DIE Magic Software/Malware

I got this piece of shit on my PC-and had a devil of a time getting rid of it! It is insidious-it infects your operating system, and makes it impossible to remove-I wound up wiping the HD. A friend told me tese shits are in the Ukraine-is there any way to spam them to death?
People who launch these things ought to be shot!

Magic Software Inc. is disavowing any connection the spyware that is using their trademark.

Many of the current spyware infections have been traced to the Ukraine or other former Soviet republics.
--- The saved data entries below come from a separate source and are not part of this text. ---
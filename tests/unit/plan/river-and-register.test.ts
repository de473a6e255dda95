import { describe, expect, it } from 'vitest';
import type { ParcelRecord } from '@/lib/parcels/parcel-record';
import { isSearching, searchRegister } from '@/lib/parcels/search-register';
import { impactExtent, inundatedStretches } from '@/lib/plan/river-stretches';

// Expected values are worked by hand: straight lines between points cross a level where the similar triangles say.

describe('water along the river for the plan', () => {
  const levels = [
    { distance: 0, withScheme: 35.4, withoutScheme: 35.0, bank: 35.2 },
    { distance: 100, withScheme: 35.3, withoutScheme: 35.1, bank: 35.5 },
    { distance: 200, withScheme: 35.7, withoutScheme: 35.68, bank: 35.6 },
    { distance: 300, withScheme: 35.8, withoutScheme: 35.8, bank: 35.9 },
  ];

  it('finds where the water with the scheme stands above the bank, the ends by linear interpolation', () => {
    // 0→100 m: excess 0.2 falls to -0.2, crossing at 50 m; 100→200: -0.2 rises to 0.1, crossing at 166.7 m; 200→300: 0.1 to -0.1, at 250 m.
    const wet = inundatedStretches(levels);
    expect(wet).toHaveLength(2);
    expect(wet[0].from).toBe(0);
    expect(wet[0].to).toBeCloseTo(50, 9);
    expect(wet[1].from).toBeCloseTo(166.667, 3);
    expect(wet[1].to).toBeCloseTo(250, 9);
    expect(inundatedStretches(levels.map((l) => ({ ...l, bank: null })))).toEqual([]);
  });

  it('gives the extent of impact from the structure to where the rise falls below the threshold', () => {
    // Rise 0.4, 0.2, 0.02, 0: with a 0.01 m threshold it falls through 0.01 between 200 m (0.02) and 300 m (0), at 250 m.
    expect(impactExtent(levels, 0.01)!.to).toBeCloseTo(250, 6);
    // With 0.3 m it falls through between 0 m (0.4) and 100 m (0.2), at 50 m.
    expect(impactExtent(levels, 0.3)!.to).toBeCloseTo(50, 6);
    expect(impactExtent(levels, 0.5)).toBeNull();
  });
});

describe('searching the register', () => {
  const parcel = (reference: string, ownerName: string, bankSide: ParcelRecord['bankSide'], email: string | null, distanceFromM: number, groundLevelM: number | null): ParcelRecord => ({ id: reference, reference, ownerName, postalAddress: `${ownerName}, Harrowfield`, email, distanceFromM, distanceToM: distanceFromM + 100, bankSide, groundLevelM, landUse: 'grazing' });
  const parcels = [parcel('HM-10', 'Zélie Marsh', 'left', null, 900, 34.2), parcel('HM-2', 'ada Brook', 'right', 'ada@brook.test', 100, null), parcel('HM-1', 'Osric Penrose', 'left', 'o@p.test', 500, 33.9)];

  it('matches every word in any of the texts, accents and case ignored', () => {
    expect(searchRegister(parcels, { q: 'zelie harrowfield' }).map((p) => p.reference)).toEqual(['HM-10']);
    expect(searchRegister(parcels, { q: 'nobody' })).toEqual([]);
  });

  it('filters by bank and by how the owner is reached, and sorts by the chosen column', () => {
    expect(searchRegister(parcels, { bank: 'left', contact: 'email' }).map((p) => p.reference)).toEqual(['HM-1']);
    expect(searchRegister(parcels, { contact: 'post' }).map((p) => p.reference)).toEqual(['HM-10']);
    expect(searchRegister(parcels, {}).map((p) => p.reference)).toEqual(['HM-2', 'HM-1', 'HM-10']);
    expect(searchRegister(parcels, { sort: 'reference' }).map((p) => p.reference)).toEqual(['HM-1', 'HM-2', 'HM-10']);
    expect(searchRegister(parcels, { sort: 'owner' }).map((p) => p.ownerName)).toEqual(['ada Brook', 'Osric Penrose', 'Zélie Marsh']);
    expect(searchRegister(parcels, { sort: 'ground' }).map((p) => p.reference)).toEqual(['HM-1', 'HM-10', 'HM-2']);
  });

  it('counts only a real condition as a search, so the editable table stays otherwise', () => {
    expect(isSearching({})).toBe(false);
    expect(isSearching({ q: '  ', sort: 'distance' })).toBe(false);
    expect(isSearching({ sort: 'owner' })).toBe(true);
  });
});
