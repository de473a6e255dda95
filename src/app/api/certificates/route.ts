import { listCertificates } from '@/lib/certificates/list-certificates';
import { REGISTER_ROLES } from '@/lib/certificates/register-roles';
import { InvalidRequestError } from '@/lib/http/app-errors';
import { authorizedRoute } from '@/lib/http/authorized-route';
import { fieldIssuesFromZod } from '@/lib/http/zod-issues';
import { certificateRegisterQuerySchema } from '@/lib/validation/certificate-schemas';

// The certificate register as JSON, with the same search, sort and paging as the register page.
export const GET = authorizedRoute(REGISTER_ROLES, async (request) => {
  const parsed = certificateRegisterQuerySchema.safeParse(Object.fromEntries(new URL(request.url).searchParams));
  if (!parsed.success) throw new InvalidRequestError(fieldIssuesFromZod(parsed.error));
  return Response.json(await listCertificates(parsed.data));
});
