// TestFillValueInMemory covers the _FillValue faults ncgen cannot build: a
// description as grid.Describe would give for a file written by another tool.
func TestFillValueInMemory(t *testing.T) {
	mk := func(fill grid.Attr) *grid.FileInfo {
		return &grid.FileInfo{
			Globals: []grid.Attr{{Name: "Conventions", Type: grid.Char, Value: "CF-1.13"}},
			Vars: []grid.VarInfo{{Name: "nd", Type: grid.Float, Dims: []string{"x"}, Shape: []int{3},
				Attrs: []grid.Attr{fill, {Name: "long_name", Type: grid.Char, Value: "n"}}}},
		}
	}
	for _, c := range []struct {
		fill grid.Attr
		bad  bool
	}{
		{grid.Attr{Name: "_FillValue", Type: grid.Float, Value: []float32{-999}}, false},
		{grid.Attr{Name: "_FillValue", Type: grid.Double, Value: []float64{-999}}, true},
		{grid.Attr{Name: "_FillValue", Type: grid.Float, Value: []float32{-999, -998}}, true},
		{grid.Attr{Name: "_FillValue", Type: grid.String, Value: []string{"-999"}}, true},
	} {
		fs := Errors(CheckInfo(mk(c.fill), Options{}))
		if got := len(fs) > 0; got != c.bad {
			t.Errorf("_FillValue %v (%v): findings %v", c.fill, c.fill.Type, fs)
		}
		for _, f := range fs {
			if f.Rule != RuleAttrType {
				t.Errorf("unexpected finding %v", f)
			}
		}
	}
}

func TestCellMethodsForms(t *testing.T) {
	tab := needTable(t)
	fi := &grid.FileInfo{
		Globals: []grid.Attr{{Name: "Conventions", Type: grid.Char, Value: "CF-1.13"}},
		Vars: []grid.VarInfo{
			{Name: "lat", Type: grid.Double, Dims: []string{"lat"}, Shape: []int{2}},
			{Name: "v", Type: grid.Float, Dims: []string{"time", "lat", "lon"}, Shape: []int{1, 2, 2}},
		},
	}
	for _, c := range []struct {
		cm string
		ok bool
	}{
		// forms from CF 1.13 §7.3 and Appendix E
		{"time: point", true},
		{"time: mean area: mean where cloud", true},
		{"lat: lon: mean", true},
		{"time: mean (interval: 1 hr comment: sampled hourly)", true},
		{"time: maximum within days time: mean over days", true},
		{"area: standard_deviation where cloud", true},
		{"air_temperature: mean", true}, // a standard name
		{"time: mean where", false},
		{"time: middle", false},
		{"cloud: mean", false},
		{"time:", false},
	} {
		fi.Vars[1].Attrs = []grid.Attr{{Name: "cell_methods", Type: grid.Char, Value: c.cm}}
		fs := Errors(CheckInfo(fi, Options{Table: tab}))
		if got := len(fs) == 0; got != c.ok {
			t.Errorf("cell_methods %q: findings %v, want ok=%v", c.cm, fs, c.ok)
		}
	}
}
I seriously doubt they care if you send them spam.

Take your computer and any internet-accessible electronics and throw them into a river.

And then move upstream, just in case.

Create a limited user account to use on the web. Malware can’t install itself.

This doesn’t always work. I have two user accounts on my laptop: the admin which is used strictly for, well, admin stuff, and the account with admin privileges which is what I’m usually logged in under. I nonetheless got infected with something or other a few weeks ago, when I wasn’t even downloading anything, and had to waste most of a day getting my system clean.

Then it isn’t a limited account.

Yes, it is. I’m very careful about it. The RHYMER account, which is the admin, has a deliberately boring background, no icons on the desktop, and nothing in the QuickStart or StartMenus but AVG, Ad-Aware, and so forth; it has always been thus. The SKALD account was setup from day one to be the limited account; all the cool stuff is there, and the wallpaper cycles randomly through various paintings and not a few photos of hot chicks.

Then buy a Mac.

I’m a cheap bastard, so now. Though I will happily concede that,of the dozen or so computers I’ve owned since '88, the one I was most happy with by far was the Macintosh Presario 631. Never gave me a lick of trouble.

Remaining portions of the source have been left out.